First of all, the long-term stability and chance for success in Iraq is dependent on the Iraqi leadership itself. My view is that until and when we shift the responsibility for Iraq to the Sunni and Shia leadership, it's unlikely based on history that they're going to reach any political reconciliation. And so we need to do that in a smart, orderly way by telling them we’re doing it, withdrawing troops over a period of ten to twelve months. We ought to engage in every effort we can to help bring them together, to encourage political compromise, and we ought to engage the Iranians, the Syrians, and other countries in the region into helping stabilize Iraq. The Iranians clearly have an interest in a stable Iraq. They don’t want refugees coming across their border, they don’t want the economic instability, and they don’t want a broader Middle East conflict between Shia and Sunni. The Syrians have a similar interest, although they’re Sunni, not Shia.

And then, the president has a responsibility beyond that. We have interest in the region, that’s obvious, we need to maintain a presence there, in Kuwait, in Afghanistan, maybe in Jordan, depending on what we can agree to there, and we definitely need to maintain a naval presence in the Persian Gulf. And the president has got to prepare for the two things that you raise. One is the possibility that the civil war becomes all-out, so that it can be contained, and the second is the possibility of genocide. My view is that this is something that’s crucial for America to plan for. In the case of the civil war, there are strategies for dealing with it, to contain it—buffer zones, moving away from population centers.
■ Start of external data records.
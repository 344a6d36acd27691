import { describe, expect, it } from "vitest";
import { adaptiveSample } from "../../../src/report/plot/adaptive.ts";
import { sampleResponse } from "../../../src/report/plot/response-curves.ts";
import { designResponse } from "../../../src/design/index.ts";
import { plotDesign } from "../../helpers/plot-designs.ts";

/** |H| in dB of a design at the given frequencies, by its public response. */
function dbAt(name: "bandstop" | "lowpass", f: Float64Array): Float64Array {
  const h = designResponse(plotDesign(name), f);
  return Float64Array.from(f, (_, i) => 20 * Math.log10(Math.hypot(h.re[i] as number, h.im[i] as number)));
}

/** The deepest point of |H| between lo and hi Hz by brute force: 200,001 log points, then twice 20,001 points about the best. */
function bruteMinimum(name: "bandstop" | "lowpass", lo: number, hi: number): { hz: number; db: number } {
  let a = lo;
  let b = hi;
  let best = { hz: lo, db: Infinity };
  for (const n of [200001, 20001, 20001]) {
    const f = Float64Array.from({ length: n }, (_, i) => a * (b / a) ** (i / (n - 1)));
    const y = dbAt(name, f);
    let k = 0;
    for (let i = 1; i < n; i++) if ((y[i] as number) < (y[k] as number)) k = i;
    best = { hz: f[k] as number, db: y[k] as number };
    a = f[Math.max(0, k - 2)] as number;
    b = f[Math.min(n - 1, k + 2)] as number;
  }
  return best;
}

describe("adaptiveSample", () => {
  it("finds the top of a narrow peak between grid points and keeps every segment within tolerance", () => {
    // a resonance of Q 300 at 1234.5 Hz: |H| = 1 / |1 - x^2 + j x / Q|, x = f / f0
    const f0 = 1234.5;
    const q = 300;
    const curve = (f: Float64Array): Float64Array[] => [
      Float64Array.from(f, (x) => {
        const u = x / f0;
        return -10 * Math.log10((1 - u * u) ** 2 + (u / q) ** 2);
      }),
    ];
    const s = adaptiveSample(curve, { startHz: 10, stopHz: 1e5, initialPoints: 50, maxPoints: 3000, tolerance: [0.05], polish: [true] });
    const y = s.curves[0] as Float64Array;
    // the peak of this |H| is at f0 sqrt(1 - 1/(2 Q^2)), height Q / sqrt(1 - 1/(4 Q^2))
    const truePeak = 20 * Math.log10(q / Math.sqrt(1 - 1 / (4 * q * q)));
    expect(Math.max(...y)).toBeCloseTo(truePeak, 6);
    expect(s.freqHz.length).toBeLessThanOrEqual(3000);
    for (let i = 1; i < s.freqHz.length; i++) expect(s.freqHz[i] as number).toBeGreaterThan(s.freqHz[i - 1] as number);
    // between any two neighbours the curve departs from the drawn segment by about the tolerance at most
    const mids = Float64Array.from({ length: s.freqHz.length - 1 }, (_, i) => Math.sqrt((s.freqHz[i] as number) * (s.freqHz[i + 1] as number)));
    const ym = curve(mids)[0] as Float64Array;
    let worst = 0;
    for (let i = 0; i < mids.length; i++) worst = Math.max(worst, Math.abs((ym[i] as number) - ((y[i] as number) + (y[i + 1] as number)) / 2));
    expect(worst).toBeLessThan(0.05 * 1.0001);
  });

  it("stops at the point budget", () => {
    const wild = (f: Float64Array): Float64Array[] => [Float64Array.from(f, (x) => 100 * Math.sin(1e4 / x))];
    const s = adaptiveSample(wild, { startHz: 1, stopHz: 1e4, initialPoints: 20, maxPoints: 500, tolerance: [1e-6] });
    expect(s.freqHz.length).toBeLessThanOrEqual(500 + 64);
  });
});

describe("sampleResponse", () => {
  it("finds the as-built notch bottom of a bandstop within 0.1 dB of its true depth (a 256-point grid does not)", () => {
    const r = plotDesign("bandstop");
    const s = sampleResponse(r, ["magnitude"], { startHz: 50, stopHz: 20000, heightPx: 300, ranges: [[-70, 10]] });
    const y = s.curves[0] as Float64Array;
    let k = 0;
    for (let i = 1; i < y.length; i++) if ((y[i] as number) < (y[k] as number)) k = i;
    const truth = bruteMinimum("bandstop", 0.9 * (s.freqHz[k] as number), 1.1 * (s.freqHz[k] as number));
    expect(Number.isFinite(truth.db)).toBe(true);
    expect(Math.abs((y[k] as number) - truth.db)).toBeLessThan(0.1);
    expect(Math.abs((s.freqHz[k] as number) / truth.hz - 1)).toBeLessThan(1e-4);
    // the stored 256-point curve misses the bottom by far more
    const stored = Math.min(...r.verification.curve.magnitudeDb);
    expect(stored - truth.db).toBeGreaterThan(1);
    expect(y.length).toBeLessThan(4000);
  });

  it("agrees with the design's public response at every sample", () => {
    const r = plotDesign("lowpass");
    const s = sampleResponse(r, ["magnitude", "phase", "group-delay"], { startHz: 100, stopHz: 50000, heightPx: 300, ranges: [[-80, 10], [-450, 0], [0, 1e-3]] });
    const h = designResponse(r, s.freqHz);
    s.freqHz.forEach((_, i) => {
      const db = 20 * Math.log10(Math.hypot(h.re[i] as number, h.im[i] as number));
      const m = (s.curves[0] as Float64Array)[i] as number;
      if (Number.isFinite(db) && db > -200) expect(m).toBeCloseTo(db, 9);
      const ph = (Math.atan2(h.im[i] as number, h.re[i] as number) * 180) / Math.PI;
      const unwrapped = (s.curves[1] as Float64Array)[i] as number;
      const d = ((unwrapped - ph) % 360 + 540) % 360 - 180;
      expect(Math.abs(d)).toBeLessThan(1e-6);
    });
    // unwrapped: no step of more than 180 degrees between neighbours
    const ph = s.curves[1] as Float64Array;
    for (let i = 1; i < ph.length; i++) expect(Math.abs((ph[i] as number) - (ph[i - 1] as number))).toBeLessThanOrEqual(180);
  });
});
And in the case of genocide, this is something we clearly need to be doing with the international community, not America doing this alone. We have to prepare for that. I’m not going to say now this far in advance exactly what the mechanism should be, but America has to have a plan for that.

In a little under 400 words, Half are devoted to suggesting Iraq will be more stable without the U.S. there than with it there. When he gets around to the "what if you're wrong about that" alternative, his answer is "America has to have a plan for that," but clearly he hasn't got one of his own. So what good is he? He punts it to "the international community," which, in the language of Darfur and Rwanda, translates into "let them die."